At Williams Sport Training one of the most common questions we get is, is my child old enough to begin strength training? Exercise physiologists and the American Academy of Pediatrics both support the implementation of strength and resistance training programs for young children. Studies show that a moderate intensity strength training program can help increase strength, decrease the risks of injury while playing sports, and increase bone density in children. Exercise physiologists aren’t the only ones recommending resistance training; the American Academy of Pediatrics has also put forth a pro-strength training for children statement.(1)
The American Academy of Pediatrics position on strength training supports the implementation of strength and resistance training programs, even for prepubescent children, which are monitored by well-trained adults and take into account the child’s maturation level. There is one big limitation, the AAP suggests to avoid repetition maximal lifts. (1) Lifting for your repetition max is lifting as much weight as you can for five, three, or one rep(s). It is suggested the kids don’t perform maximum lifts until they have reached Tanner Stage 5 of maturity in this stage adolescents will have passed their period of maximal velocity of height growth. (1)

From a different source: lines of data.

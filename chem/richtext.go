package chem

import (
	"strings"
)

// Span is a stretch of a formula that stands on one line: Level is -1 for a
// subscript, 0 for the line itself and +1 for a superscript.
type Span struct {
	Text  string
	Level int
}

// Rich returns the formula as spans to be set on a page or paper, with true
// subscripts, raised charges and mass numbers, a centred dot and a true minus.
// Neighbours on one line are joined.
func (f Formula) Rich() []Span {
	var spans []Span
	f.tokens(func(kind tokenKind, text string) {
		level := 0
		switch kind {
		case tokenCount:
			level = -1
		case tokenCharge:
			level, text = 1, strings.ReplaceAll(text, "-", "−")
		case tokenMassNumber:
			level = 1
		case tokenState:
			text = "\u2009" + text // thin space
		}
		if last := len(spans) - 1; last >= 0 && spans[last].Level == level {
			spans[last].Text += text
			return
		}
		spans = append(spans, Span{text, level})
	})
	return spans
}

// String returns the formula in plain text that ParseFormula reads as the same
// formula: "Na2Cr2O7·2H2O", "[Fe(CN)6]^4-", "[13C]O2".
func (f Formula) String() string {
	var b strings.Builder
	number := ""
	f.tokens(func(kind tokenKind, text string) {
		switch kind {
		case tokenCount:
			if strings.ContainsAny(text, "./") {
				text = "_{" + text + "}"
			}
		case tokenCharge:
			text = "^" + text
		case tokenMassNumber:
			number = text
			return
		case tokenSymbol:
			if number != "" {
				text, number = "["+number+text+"]", ""
			}
		}
		b.WriteString(text)
	})
	return b.String()
}

// tokens goes through the formula's text once more, telling what each stretch is.
func (f Formula) tokens(emit func(tokenKind, string)) {
	if f.text == "" {
		return
	}
	var again Formula
	if err := again.read(f.text, emit); err != nil {
		panic("chem: a parsed formula doesn't parse again: " + err.Error())
	}
}
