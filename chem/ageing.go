package chem

import (
	"fmt"
	"math"
)

// An ageingLaw is how a reagent loses strength in store.
type ageingLaw struct {
	name   string
	order  int     // 1: dw/dt = −k·w; 2: dw/dt = −k·w²
	rate   float64 // k at 25 °C, per day; for order 2 per day and mass fraction
	factor float64 // by how much k grows over 10 K
	source string
	low    Temperature // range in which the factor was seen
	high   Temperature
}

// Ageing laws by name.
//
// Hypochlorite decays by the second order, 3.5 times faster over 10 °C (maker's
// technical note on sodium hypochlorite, decomposition; read). Its rate is set by
// a published stock table: 12.50 trade % (11.34 % w/w) keeps 8.40 trade % over
// three months at 75 °F, 23.9 °C (breakdown of bleach over time by storage
// temperature, pool owners' wiki; read), which gives 0.0542 a day at 25 °C. Metals
// and light make it faster, an excess of alkali is taken for granted.
//
// Stabilised hydrogen peroxide loses about 1 % of what is there a year at 25 °C,
// 2.2 times as much over 10 °C (makers' handbooks, from memory). Dirt makes it
// faster without limit.
var ageingLaws = []ageingLaw{
	{"hypochlorite", 2, 0.0542, 3.5,
		"second order, 3.5-fold over 10 °C (maker's technical note); rate from a stock table at 23.9 °C", Celsius(0), Celsius(40)},
	{"peroxide", 1, 0.01 / 365.25, 2.2,
		"stabilised hydrogen peroxide, 1 % a year at 25 °C, 2.2-fold over 10 °C (from memory)", Celsius(0), Celsius(50)},
}

// AgeingLaws returns the names that AgedFraction knows.
func AgeingLaws() []string {
	names := make([]string, len(ageingLaws))
	for i, l := range ageingLaws {
		names[i] = l.name
	}
	return names
}

// AgeingSource says where a law comes from; "" for an unknown one.
func AgeingSource(law string) string {
	for _, l := range ageingLaws {
		if l.name == law {
			return l.source
		}
	}
	return ""
}

// AgedFraction returns the mass fraction that is left of w0 after days in store
// at temperature t, by the law "hypochlorite" or "peroxide":
//
//	second order: w = w0 / (1 + k·w0·d)
//	first order:  w = w0 · exp(−k·d)
//
// It is an estimate, good to a tenth of the loss at best: titrate what matters.
// A law that isn't known and a temperature outside its range are refused.
func AgedFraction(law string, w0 Fraction, days float64, t Temperature) (Fraction, error) {
	if err := checkFraction("strength", w0); err != nil {
		return 0, err
	}
	if !(days >= 0) || math.IsInf(days, 0) {
		return 0, outOfRange("ageing of "+law, "time", days, 0, math.MaxFloat64, "days", "give 0 or more")
	}
	for _, l := range ageingLaws {
		if l.name != law {
			continue
		}
		if !(t >= l.low && t <= l.high) {
			return 0, outOfRange("ageing of "+law, "temperature", t.Celsius(), l.low.Celsius(), l.high.Celsius(), "°C", "titrate it")
		}
		k := l.rate * math.Pow(l.factor, (t.Celsius()-25)/10)
		if l.order == 2 {
			return w0 / Fraction(1+k*float64(w0)*days), nil
		}
		return w0 * Fraction(math.Exp(-k*days)), nil
	}
	return 0, fmt.Errorf("ageing: no law %q; known: %v", law, AgeingLaws())
}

If appropriate training guidelines are followed, regular participation in a youth strength-training program has the potential to increase bone mineral density, improve motor performance skills, enhance sports performance, and better prepare young athletes for the demands of practice and competition. Resistance training enhances strength and muscular endurance in youth and children. In pre-pubescent children, this increase in strength appears to be the result of neuromuscular activation and coordination supporting evidence that androgens (the hormones largely responsible for increased strength and muscle mass) are not needed for strength gain. With proper supervision, children and youth who participate in a strength training program are not at an increased risk for injury compared to children and youth who do not participate in such a program. (3)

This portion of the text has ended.